= Drug policy of Portugal =

The drug policy of Portugal, informally called the drug strategy, was put in place in 2000, and came into effect in July 2001. Created by the Decree-Law n. 130 -A/2001 and under the jurisdiction of the Commissions for the Dissuasion of Drug Addiction, its purpose was to reduce the number of new HIV/AIDS cases in the country, as it was estimated around half of new cases came from injection drug use. This new approach focused on public health as opposed to public-order priorities by decriminalizing public and private use and possession of all drugs. Under this new policy when the police encounter individuals using or in possession of drugs, the substance is confiscated and the individual is referred to a Dissuasion Commission.

The policy consisted of multiple methods to reduce the spread of HIV, among which were harm reduction efforts, information to the public and in particular to populations most at risk about how HIV is spread, establishing treatment facilities and easier access to substitution treatment for drug addicts, establishing so-called dissuasion commissions to persuade drug addicts to go into treatment, and all drug treatment and control units were reorganized into one comprehensive unit.

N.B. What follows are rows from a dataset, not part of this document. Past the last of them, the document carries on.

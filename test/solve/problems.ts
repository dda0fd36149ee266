/**
 * Test and benchmark problems for the stiff integrator: the Robertson problem
 * and a seeded random mass-action system shaped like a gas-grain network.
 * Invented data, for checks and timing only.
 */
import type { OdeProblem, SparsityPattern } from '../../src/solve/index.ts';
import { seededRandom } from '../../scripts/seeded-random.ts';

export { seededRandom };


/** Builds a CSR pattern from per-row column sets. */
export function patternFromRows(rows: Set<number>[]): SparsityPattern {
  const rowPtr = new Int32Array(rows.length + 1);
  for (let i = 0; i < rows.length; i++) rowPtr[i + 1] = rowPtr[i] + rows[i].size;
  const colIdx = new Int32Array(rowPtr[rows.length]);
  for (let i = 0; i < rows.length; i++) {
    const sorted = [...rows[i]].sort((a, b) => a - b);
    colIdx.set(sorted, rowPtr[i]);
  }
  return { rowPtr, colIdx };
}

/** Fully dense pattern of size n. */
export function densePattern(n: number): SparsityPattern {
  const rows: Set<number>[] = [];
  for (let i = 0; i < n; i++) rows.push(new Set(Array.from({ length: n }, (_, j) => j)));
  return patternFromRows(rows);
}

/**
 * Robertson (1966) chemical kinetics problem:
 * y1' = -0.04 y1 + 1e4 y2 y3, y2' = 0.04 y1 - 1e4 y2 y3 - 3e7 y2^2, y3' = 3e7 y2^2.
 */
export function robertson(): { problem: OdeProblem; y0: Float64Array } {
  const problem: OdeProblem = {
    n: 3,
    pattern: densePattern(3),
    rhs(_t, y, dydt) {
      dydt[0] = -0.04 * y[0] + 1e4 * y[1] * y[2];
      dydt[2] = 3e7 * y[1] * y[1];
      dydt[1] = -dydt[0] - dydt[2];
    },
    jacobian(_t, y, v) {
      v[0] = -0.04;
      v[1] = 1e4 * y[2];
      v[2] = 1e4 * y[1];
      v[3] = 0.04;
      v[4] = -1e4 * y[2] - 6e7 * y[1];
      v[5] = -1e4 * y[1];
      v[6] = 0;
      v[7] = 6e7 * y[1];
      v[8] = 0;
    },
  };
  return { problem, y0: Float64Array.from([1, 0, 0]) };
}

/** Chance that a two-body reaction's partner is a hub species (else a core species, rarely any species). */
const HUB_PARTNER = 0.6;
/** Chance that the partner is one of the next CORE_SIZE species after the hubs (C, O, OH, CN, ... in a real network). */
const CORE_PARTNER = 0.35;
const CORE_SIZE = 40;
/** Chance that the second product is a hub species. */
const HUB_BYPRODUCT = 0.7;
/** Chance that a product is any species rather than a related one. */
const LONG_RANGE_PRODUCT = 0.02;
/** Related species lie within this many places in the complexity order. */
const PRODUCT_REACH = 6;

export interface MassActionOptions {
  species: number;
  seed: number;
  /** Species that take part in most reactions (as H2, H, e-, He+, C+ do in a real network). */
  hubs?: number;
  /** Two-body reactions per species as the first reactant. */
  reactionsPerSpecies?: number;
  /** Density of hydrogen nuclei in cm^-3: two-body rates are k n_H x_a x_b. */
  density?: number;
}

/**
 * Random mass-action system in fractional abundances x_i: two-body reactions
 * A + B -> C + D with k log-uniform in 1e-18..1e-9 cm^3 s^-1, one partner a hub
 * species or one of a core of common partners, products related to the reactants (see
 * `related`), and one first-order destruction per species
 * (k in 1e-17..1e-10 s^-1, as cosmic-ray and photo processes). Every reaction
 * keeps the number of particles, so sum(x) is conserved: a check on the solver.
 */
export function massActionNetwork(options: MassActionOptions): {
  problem: OdeProblem;
  y0: Float64Array;
  reactions: number;
  /** The reactions, for cross-checks with other integrators; index -1 means none. */
  reactionList: { reactant1: Int32Array; reactant2: Int32Array; product1: Int32Array; product2: Int32Array; rate: Float64Array };
} {
  const n = options.species;
  const hubs = options.hubs ?? Math.min(12, Math.max(1, Math.floor(n / 10)));
  const perSpecies = options.reactionsPerSpecies ?? 10;
  const density = options.density ?? 1e4;
  const random = seededRandom(options.seed);
  const pick = (): number => Math.floor(random() * n);
  const logUniform = (lo: number, hi: number): number => 10 ** (lo + (hi - lo) * random());

  // Products are chemically related species: a neighbour in the order of
  // complexity (adding or removing an atom), now and then a distant one,
  // and often a hub as the by-product (H, H2, e-). That locality is what
  // keeps a real network's LU factors sparse.
  const related = (s: number): number => {
    if (s < hubs || random() < LONG_RANGE_PRODUCT) return pick();
    const offset = Math.floor(random() * (2 * PRODUCT_REACH + 1)) - PRODUCT_REACH;
    return Math.min(n - 1, Math.max(hubs, s + offset));
  };
  const r1: number[] = [];
  const r2: number[] = [];
  const p1: number[] = [];
  const p2: number[] = [];
  const k: number[] = [];
  const product = (avoid1: number, avoid2: number, make: () => number): number => {
    for (;;) {
      const s = make();
      if (s !== avoid1 && s !== avoid2) return s;
    }
  };
  for (let s = 0; s < n; s++) {
    for (let m = 0; m < perSpecies; m++) {
      const u = random();
      const partner =
        u < HUB_PARTNER
          ? Math.floor(random() * hubs)
          : u < HUB_PARTNER + CORE_PARTNER
            ? Math.min(n - 1, hubs + Math.floor(random() * CORE_SIZE))
            : pick();
      r1.push(s);
      r2.push(partner);
      p1.push(product(s, partner, () => related(s)));
      p2.push(product(s, partner, () => (random() < HUB_BYPRODUCT ? Math.floor(random() * hubs) : related(partner))));
      k.push(logUniform(-18, -9) * density);
    }
    r1.push(s);
    r2.push(-1);
    p1.push(product(s, s, () => related(s)));
    p2.push(-1);
    k.push(logUniform(-17, -10));
  }
  const nr = k.length;

  const rows: Set<number>[] = Array.from({ length: n }, () => new Set<number>());
  for (let r = 0; r < nr; r++) {
    for (const s of [r1[r], r2[r], p1[r], p2[r]]) {
      if (s < 0) continue;
      rows[s].add(r1[r]);
      if (r2[r] >= 0) rows[s].add(r2[r]);
    }
  }
  const pattern = patternFromRows(rows);
  const position = (row: number, col: number): number => {
    for (let p = pattern.rowPtr[row]; p < pattern.rowPtr[row + 1]; p++) if (pattern.colIdx[p] === col) return p;
    throw new Error('entry outside the pattern');
  };
  // For reaction r: jacobianSlots[8r + 2m + v] = position of d(species m)/d(reactant v), or -1.
  const jacobianSlots = new Int32Array(8 * nr).fill(-1);
  for (let r = 0; r < nr; r++) {
    const affected = [r1[r], r2[r], p1[r], p2[r]];
    for (let m = 0; m < 4; m++) {
      if (affected[m] < 0) continue;
      jacobianSlots[8 * r + 2 * m] = position(affected[m], r1[r]);
      if (r2[r] >= 0) jacobianSlots[8 * r + 2 * m + 1] = position(affected[m], r2[r]);
    }
  }
  const R1 = Int32Array.from(r1);
  const R2 = Int32Array.from(r2);
  const P1 = Int32Array.from(p1);
  const P2 = Int32Array.from(p2);
  const K = Float64Array.from(k);
  const SIGN = [-1, -1, 1, 1];

  const problem: OdeProblem = {
    n,
    pattern,
    rhs(_t, x, dxdt) {
      dxdt.fill(0);
      for (let r = 0; r < nr; r++) {
        const b = R2[r];
        const rate = K[r] * x[R1[r]] * (b >= 0 ? x[b] : 1);
        dxdt[R1[r]] -= rate;
        if (b >= 0) dxdt[b] -= rate;
        dxdt[P1[r]] += rate;
        if (P2[r] >= 0) dxdt[P2[r]] += rate;
      }
    },
    jacobian(_t, x, values) {
      values.fill(0);
      for (let r = 0; r < nr; r++) {
        const b = R2[r];
        const d1 = K[r] * (b >= 0 ? x[b] : 1);
        const d2 = b >= 0 ? K[r] * x[R1[r]] : 0;
        const base = 8 * r;
        for (let m = 0; m < 4; m++) {
          const s1 = jacobianSlots[base + 2 * m];
          if (s1 < 0) continue;
          values[s1] += SIGN[m] * d1;
          const s2 = jacobianSlots[base + 2 * m + 1];
          if (s2 >= 0) values[s2] += SIGN[m] * d2;
        }
      }
    },
  };

  const y0 = new Float64Array(n);
  y0[0] = 0.5;
  for (let s = 1; s < hubs; s++) y0[s] = logUniform(-4, -2);
  for (let s = hubs; s < n; s++) y0[s] = random() < 0.8 ? logUniform(-12, -6) : 0;
  return { problem, y0, reactions: nr, reactionList: { reactant1: R1, reactant2: R2, product1: P1, product2: P2, rate: K } };
}
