describe('a mass-action network on the sparse path', () => {
  it('conserves the number of particles and keeps abundances non-negative', () => {
    const { problem, y0 } = massActionNetwork({ species: 60, seed: 5 });
    expect(problem.n).toBeGreaterThan(DENSE_MAX_N);
    const times = logSpaced(3e7, 3e14, 15);
    const result = integrate(problem, y0, times, { rtol: 1e-6, atol: 1e-25, nonNegative: true });
    expect(result.status).toBe('ok');
    const total = y0.reduce((s, v) => s + v, 0);
    for (const y of result.y) {
      expect(Math.abs(y.reduce((s, v) => s + v, 0) / total - 1)).toBeLessThan(1e-9);
      expect(Math.min(...y)).toBeGreaterThanOrEqual(0);
    }
  });
});

describe('options', () => {
  it('nonNegative clips the round-off negatives that loose tolerances give (Robertson, atol 1e-6)', () => {
    const { problem, y0 } = robertson();
    const times = logSpaced(1e-4, 1e11, 30);
    const loose = { rtol: 1e-3, atol: 1e-6 };
    const plain = integrate(problem, y0, times, loose);
    const clipped = integrate(problem, y0, times, { ...loose, nonNegative: true });
    expect(plain.status).toBe('ok');
    expect(clipped.status).toBe('ok');
    const smallest = (r: typeof plain): number => Math.min(...r.y.map((y) => Math.min(...y)));
    expect(smallest(plain)).toBeLessThan(0);
    expect(smallest(clipped)).toBe(0);
    // Clipping moves mass by no more than about atol.
    for (const y of clipped.y) expect(Math.abs(y[0] + y[1] + y[2] - 1)).toBeLessThan(1e-5);
  });

  it('honours maxStep, initialStep and a per-component atol', () => {
    const { problem, y0 } = robertson();
    const free = integrate(problem, y0, [1e3], { rtol: 1e-6, atol: 1e-12 });
    const bounded = integrate(problem, y0, [1e3], { rtol: 1e-6, atol: 1e-12, maxStep: 5 });
    expect(bounded.status).toBe('ok');
    expect(bounded.stats.steps).toBeGreaterThanOrEqual(200);
    expect(bounded.stats.steps).toBeGreaterThan(free.stats.steps);
    const started = integrate(problem, y0, [1e3], { rtol: 1e-6, atol: 1e-12, initialStep: 1e-9 });
    const perComponent = integrate(problem, y0, [1e3], { rtol: 1e-6, atol: Float64Array.from([1e-12, 1e-16, 1e-12]) });
    for (const r of [bounded, started, perComponent]) {
      expect(r.status).toBe('ok');
      for (let i = 0; i < 3; i++) expect(Math.abs(r.y[0][i] / free.y[0][i] - 1)).toBeLessThan(1e-4);
    }
  });
});

describe('failures are statuses, never exceptions or endless loops', () => {
  it('reports a right-hand side that is NaN from the start', () => {
    const { problem, y0 } = robertson();
    const bad: OdeProblem = { ...problem, rhs: (_t, _y, d) => d.fill(Number.NaN) };
    const result = integrate(bad, y0, [1, 2], { rtol: 1e-6, atol: 1e-12 });
    expect(result.status).toMatch(/non-finite/);
    expect(result.y.length).toBe(0);
    expect(result.t.length).toBe(0);
    expect(result.failureTime).toBe(0);
  });

  it('reports a right-hand side that turns NaN part way, keeping the outputs reached', () => {
    const { problem, y0 } = robertson();
    const bad: OdeProblem = {
      ...problem,
      rhs(t, y, d) {
        problem.rhs(t, y, d);
        if (t > 5) d[1] = Number.NaN;
      },
    };
    const result = integrate(bad, y0, [1, 2, 4, 8, 16], { rtol: 1e-6, atol: 1e-12 });
    expect(result.status).toMatch(/non-finite values in the right-hand side/);
    expect(Array.from(result.t)).toEqual([1, 2, 4]);
    expect(result.y.length).toBe(3);
    expect(result.failureTime).toBeGreaterThan(4);
    expect(result.failureTime).toBeLessThanOrEqual(5);
  });

  it('reports a Jacobian with NaN in it', () => {
    const { problem, y0 } = robertson();
    const bad: OdeProblem = {
      ...problem,
      jacobian(t, y, v) {
        problem.jacobian(t, y, v);
        if (t > 1) v[4] = Number.NaN;
      },
    };
    const result = integrate(bad, y0, [0.5, 1e3], { rtol: 1e-6, atol: 1e-12 });
    expect(result.status).toMatch(/non-finite values in the Jacobian/);
    expect(result.y.length).toBe(1);
    expect(result.failureTime).toBeGreaterThan(0.5);
  });

  it('stops after maxSteps with a status', () => {
    const { problem, y0 } = robertson();
    const result = integrate(problem, y0, [1e-3, 1e10], { rtol: 1e-6, atol: 1e-12, maxSteps: 50 });
    expect(result.status).toMatch(/^too many steps/);
    expect(result.stats.steps).toBe(50);
    expect(result.y.length).toBe(result.t.length);
    expect(result.y.length).toBeLessThan(2);
  });

  it('stops at a finite-time blow-up (y\' = y^2, y(0) = 1, singular at t = 1)', () => {
    const problem: OdeProblem = {
      n: 1,
      pattern: densePattern(1),
      rhs: (_t, y, d) => {
        d[0] = y[0] * y[0];
      },
      jacobian: (_t, y, v) => {
        v[0] = 2 * y[0];
      },
    };
    const result = integrate(problem, Float64Array.from([1]), [0.5, 2], { rtol: 1e-6, atol: 1e-12 });
    expect(result.status).not.toBe('ok');
    expect(result.y.length).toBe(1);
    expect(result.y[0][0]).toBeCloseTo(2, 3);
    expect(result.failureTime).toBeLessThan(1);
  });

  it('throws a RangeError for malformed arguments, which are programming errors', () => {
    const { problem, y0 } = robertson();
    expect(() => integrate(problem, y0, [2, 1], { rtol: 1e-6, atol: 1e-12 })).toThrow(RangeError);
    expect(() => integrate(problem, new Float64Array(2), [1], { rtol: 1e-6, atol: 1e-12 })).toThrow(RangeError);
  });
});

In addition, the existing practice of giving drug addicts a waiver for drug possession was codified in a new law. The law (Drug Law 30/2000) maintained the status of illegality for using or possessing any drug for personal use without authorization. However, for persons addicted to said drug, their case was now deemed an administrative offence. The authority to impose penalties or sanctions in these cases was transferred from the police and justice system to so-called dissuasion commissions if the amount possessed was no more than a ten-day supply of that substance.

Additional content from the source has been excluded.